ARE WE HEADING TOWARDS A REAL ESTATE CRISIS IN THE US?
ARE WE HEADING TOWARDS A REAL ESTATE CRISIS IN THE US?
As the COVID-19 health crisis continues to escalate and hospitalization rates rise ahead of the holiday season, in the United States and many countries around the world, certain sectors are increasingly at risk. What about the housing market? The question arises. Are we heading towards a housing crisis in the United States?
Update on key periods: before and during the health crisis
Before the coronavirus hit the U.S. coast, U.S. housing growth was in the 10% range. When the virus began to spread, the country was hit by nine consecutive weeks of year-over-year declines.
Fear of the disease, lockdowns, the stock market collapse, and uncertainty all contributed to the U.S. housing market meltdown, often referred to as the "U.S. housing crisis." The pace then slowed for four weeks, only to rebound in the following weeks.
While some predictions doomed the real estate sector to a crash, others spoke of a W-shaped market, i.e., a sector in decline after a period of recovery. Instead, i.e., instead of exhibiting the symptoms of a US real estate crisis, we have observed 25 consecutive weeks of growth (20%) year over year. Much of this growth can be attributed to a form of "catch-up" resulting from the 9 weeks of decline recorded during the summer. Real estate figures for November and December 2020 are expected to show moderate growth, with the increase in coronavirus cases possibly contributing to this moderation.
Compared to the results recorded in 2019, real estate purchase applications increased between 16 and 26% between the beginning of October and mid-November 2020.
Health crisis and real estate crisis in the USA?
The trend resulting from the health situation could lead to a decline in the US real estate market. It is highly likely that two factors will prevent the situation from returning to the one we experienced in March and April 2020.

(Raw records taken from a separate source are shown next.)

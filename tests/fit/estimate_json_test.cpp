// estimate.json and the two tables beside it: round trips field by field, and what is wrong with a
// damaged file.
#include <gmock/gmock.h>
#include <gtest/gtest.h>
#include <unistd.h>

#include <cmath>
#include <filesystem>
#include <limits>
#include <nlohmann/json.hpp>
#include <numeric>
#include <string>
#include <vector>

#include "softsill/error.hpp"
#include "softsill/estimate.hpp"
#include "softsill/files.hpp"

namespace softsill {
namespace {

using ::testing::HasSubstr;
using ::testing::Not;

constexpr double nan = std::numeric_limits<double>::quiet_NaN();
constexpr double infinity = std::numeric_limits<double>::infinity();

class File {
 public:
  explicit File(const std::string& text)
      : path_((std::filesystem::temp_directory_path() /
               ("softsill_estimate_" + std::to_string(::getpid()) + ".json"))
                  .string()) {
    write_file_atomically(path_, text);
  }
  ~File() { std::filesystem::remove(path_); }
  const std::string& path() const { return path_; }

 private:
  std::string path_;
};

Estimate read_back(const std::string& text) { return read_estimate(File(text).path()); }

Quantity quantity(double value, double low, double high, const std::string& unit) {
  Quantity out;
  out.value = value;
  out.low = low;
  out.high = high;
  out.unit = unit;
  out.method = "observed information";
  return out;
}

Quantity absent(const std::string& unit, const std::string& why) {
  Quantity out;
  out.unit = unit;
  out.why_absent = why;
  return out;
}

KernelCurve curve(const std::string& name, const std::string& unit) {
  KernelCurve out;
  out.kernel = name;
  out.unit = unit;
  for (int i = 0; i < 5; ++i) {
    out.lag_ms.push_back(i / 3.0);
    out.value.push_back(std::sin(i + 0.1));
    out.low.push_back(out.value.back() - 0.1);
    out.high.push_back(out.value.back() + 0.2);
  }
  out.effective_degrees_of_freedom = 3.7000000000000006;
  out.smoothing = 1.0 / 7.0;
  out.undetermined = {{0.5, 0.75}, {1.0, 4.0 / 3.0}};
  return out;
}

KernelCurve no_curve(const std::string& name, const std::string& why) {
  KernelCurve out;
  out.kernel = name;
  out.why_absent = why;
  return out;
}

Kernel kernel(Basis basis) {
  Kernel out;
  out.basis = std::move(basis);
  for (std::size_t i = 0; i < out.basis.size(); ++i) {
    out.coefficients.push_back(std::cos(3.0 * static_cast<double>(i)) / 3.0);
  }
  return out;
}

/// Every field away from its default.
Estimate filled() {
  Estimate e;
  e.cell = "H07 \"left\"\n\xc2\xb5";
  e.variant = parse_variant(
      "name = \"two currents\"\n[eta]\nfamily = \"exponentials\"\ncount = 2\n[escape]\n"
      "function = \"rectified_power\"\nexponent = \"fit\"\n[refractory]\ngiven_ms = 2.25\n",
      "v.toml");
  e.status = FitStatus::at_boundary;
  e.mode = FitMode::spikes_and_voltage;
  e.status_sentence = "Converged with eta.tau[2] held.";
  e.minimizer_report = "said 17 things";
  e.newton_decrement = 3.3e-11;
  e.starts = 5;
  e.starts_agreeing = 4;
  e.spikes = 1234;
  e.analysed_ms = 100000.1;
  e.left_out_ms = 400.3;
  e.left_out_spikes = 7;
  e.log_likelihood = 0.1 + 0.2;
  e.spike_log_likelihood = -5000.0 / 3.0;
  e.constant_rate_log_likelihood = -7000.0 / 9.0;
  e.log_marginal_likelihood = 1e300;
  e.noise_level = quantity(1.2345678901234567, 1.1, 1.4, "mV");
  e.noise_level.high.reset();
  e.threshold = quantity(-48.000000000000007, -49.0, -47.0, "mV");
  e.resting_potential = quantity(-65.0, -65.5, -64.5, "mV");
  e.parameters = {{"noise_level", e.noise_level},
                  {"kappa.amplitude[1]", quantity(5e-324, -1.0, 1.0, "mV/(nA ms)")},
                  {"eta, first \"part\"", absent("mV", "nothing to see, says \"the fit\"")}};
  e.kernels = {curve("kappa", "mV/(nA ms)"), curve("eta", "mV"),
               no_curve("theta_1", "not part of this variant"), curve("kappa_by_spikes", "1/ms")};
  e.kernels[1].smoothing.reset();
  e.kernels[1].undetermined.clear();
  e.effective_degrees_of_freedom = 21.1;
  e.node_error = {98765, 0.012, 0.7, 0.003};
  e.kappa_consistency = {true, 12.5, 11.0, 0.327, "They agree."};
  e.limits = {"One sentence.", "Another."};
  e.notes = {"A note."};
  e.model.name = "H07";
  e.model.input_unit = "nA";
  e.model.kappa = kernel(Basis::spline(150.0, 1.0, 14));
  e.model.eta = kernel(Basis::exponentials({9.3, 80.0 / 3.0}));
  e.model.theta_1 = kernel(Basis::steps({0.0, 5.0, 20.0, 80.5}));
  e.model.escape = {EscapeKind::rectified_power, 0.3, 2.0 / 3.0};
  e.model.resting_potential = -65.0;
  e.model.threshold = -48.000000000000007;
  e.model.noise_level = 1.2345678901234567;
  e.model.refractory_ms = 2.25;
  e.coordinate_names = {"E_0", "b", "log_sigma"};
  e.coordinates = {0.25, 1.0 / 1.2345678901234567, -1.0};
  e.covariance = {1.0, 0.1, 0.2, 0.1, 2.0, 0.3, 0.2, 0.3, 3.0};
  e.sandwich_covariance = {1.5, 0.15, 0.25, 0.15, 2.5, 0.35, 0.25, 0.35, 3.5};
  e.provenance.program_version = "0.1.0";
  e.provenance.command_line = "softsill fit 'my cell.toml' --out r";
  e.provenance.seed = std::numeric_limits<std::uint64_t>::max();
  e.provenance.inputs = {{"cell.toml", std::string(64, 'a')}, {"s1.csv", std::string(64, '0')}};
  return e;
}

/// What spikes alone leave: units of Delta, and no number for Delta, E_0, eta or theta_1.
Estimate spikes_alone() {
  Estimate e;
  e.cell = "n07";
  e.status = FitStatus::converged;
  e.mode = FitMode::spikes_alone;
  e.spikes = 600;
  e.noise_level = absent("mV", "spikes fix every potential only in units of Delta");
  e.threshold = quantity(5.5, 5.0, 6.0, "Delta");
  e.resting_potential = absent("Delta", "only the distance from rest to threshold is estimable");
  const char* why = "spikes alone see only the difference eta - theta_1";
  e.kernels = {curve("kappa", "Delta/(nA ms)"), no_curve("eta", why), no_curve("theta_1", why),
               curve("eta_minus_theta_1", "Delta")};
  e.model.scale = PotentialScale::noise_level;
  e.model.input_unit = "dB";
  e.model.kappa = kernel(Basis::spline(40.0, 0.5, 9));
  e.model.eta = kernel(Basis::spline(400.0, 1.0, 14));
  e.model.threshold = 5.5;
  e.coordinate_names = {"(E_0-theta_0)/Delta"};
  e.coordinates = {-5.5};
  e.covariance = {0.01};
  e.sandwich_covariance = {0.02};
  return e;
}

void expect_same(const Quantity& a, const Quantity& b, const std::string& what) {
  SCOPED_TRACE(what);
  EXPECT_EQ(a.value, b.value);
  EXPECT_EQ(a.low, b.low);
  EXPECT_EQ(a.high, b.high);
  EXPECT_EQ(a.unit, b.unit);
  EXPECT_EQ(a.method, b.method);
  EXPECT_EQ(a.why_absent, b.why_absent);
}

void expect_same(const KernelCurve& a, const KernelCurve& b) {
  SCOPED_TRACE(a.kernel);
  EXPECT_EQ(a.kernel, b.kernel);
  EXPECT_EQ(a.unit, b.unit);
  EXPECT_EQ(a.lag_ms, b.lag_ms);
  EXPECT_EQ(a.value, b.value);
  EXPECT_EQ(a.low, b.low);
  EXPECT_EQ(a.high, b.high);
  EXPECT_EQ(a.why_absent, b.why_absent);
  EXPECT_EQ(a.effective_degrees_of_freedom, b.effective_degrees_of_freedom);
  EXPECT_EQ(a.smoothing, b.smoothing);
  ASSERT_EQ(a.undetermined.size(), b.undetermined.size());
  for (std::size_t i = 0; i < a.undetermined.size(); ++i) {
    EXPECT_EQ(a.undetermined[i].begin_ms, b.undetermined[i].begin_ms);
    EXPECT_EQ(a.undetermined[i].end_ms, b.undetermined[i].end_ms);
  }
}

void expect_same(const Kernel& a, const Kernel& b, const std::string& what) {
  SCOPED_TRACE(what);
  EXPECT_EQ(a.basis.family, b.basis.family);
  EXPECT_EQ(a.basis.support_ms, b.basis.support_ms);
  EXPECT_EQ(a.basis.knots_ms, b.basis.knots_ms);
  EXPECT_EQ(a.basis.time_constants_ms, b.basis.time_constants_ms);
  EXPECT_EQ(a.coefficients, b.coefficients);
  for (double lag : {0.0, 0.3, 7.7, 60.0}) {
    EXPECT_EQ(a.value(lag), b.value(lag));
  }
}

void expect_same(const Model& a, const Model& b) {
  EXPECT_EQ(a.name, b.name);
  EXPECT_EQ(a.input_unit, b.input_unit);
  EXPECT_EQ(a.scale, b.scale);
  expect_same(a.kappa, b.kappa, "model.kappa");
  expect_same(a.eta, b.eta, "model.eta");
  expect_same(a.theta_1, b.theta_1, "model.theta_1");
  EXPECT_EQ(a.escape, b.escape);
  EXPECT_EQ(a.resting_potential, b.resting_potential);
  EXPECT_EQ(a.threshold, b.threshold);
  EXPECT_EQ(a.noise_level, b.noise_level);
  EXPECT_EQ(a.refractory_ms, b.refractory_ms);
}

First, the health crisis isn't new. At least, it isn't anymore. We're learning to react more calmly, without necessarily panicking when coronavirus infection rates rise. Every American citizen is learning to consume goods and services while remaining aware of a virus circulating and killing dozens of people every day. No more stockpiling toilet paper, no more isolation, and no more haunting bad news via the media.
Second, COVID tests are now more widely available. Regardless, treatments appear promising, and there's a strong possibility that an effective vaccine could emerge in the coming months.
For these reasons, even though the anxiety surrounding the coronavirus is omnipresent, the atmosphere has clearly relaxed. It's still important to be cautious and attentive, of course, but vigilance is no longer as strict as it has been in past months.
Given these factors, higher infection rates and the resumption of lockdown and containment protocols could reduce US real estate market growth to single digits compared to last year. We remain confident that growth will occur.
Low mortgage rates and a booming population (26- to 32-year-olds represent the largest segment of the US population) will mitigate any market slowdown due to COVID-19. In 2021, with the much-anticipated emergence of a vaccine and effective treatments, investors and homeowners will regain confidence.
Financial markets seem to agree, indicating that we are not, strictly speaking, heading towards a real estate crisis in the US.
A closer look reveals that even if we hadn't seen a surge in coronavirus cases, the U.S. housing data would likely have been subdued. The shift in numbers related to the health crisis is not normal. A moderation in year-over-year growth could be observed, and home purchase applications could help return to pre-Covid trends.
As with any situation where there is some degree of uncertainty, it's important to consider the theories of real estate experts with caution. A possible economic slowdown shouldn't automatically be a cause for concern, as long as the 10-year return on investment is acceptable. Therefore, it's important to consider things over a longer period before calling it a US real estate crisis.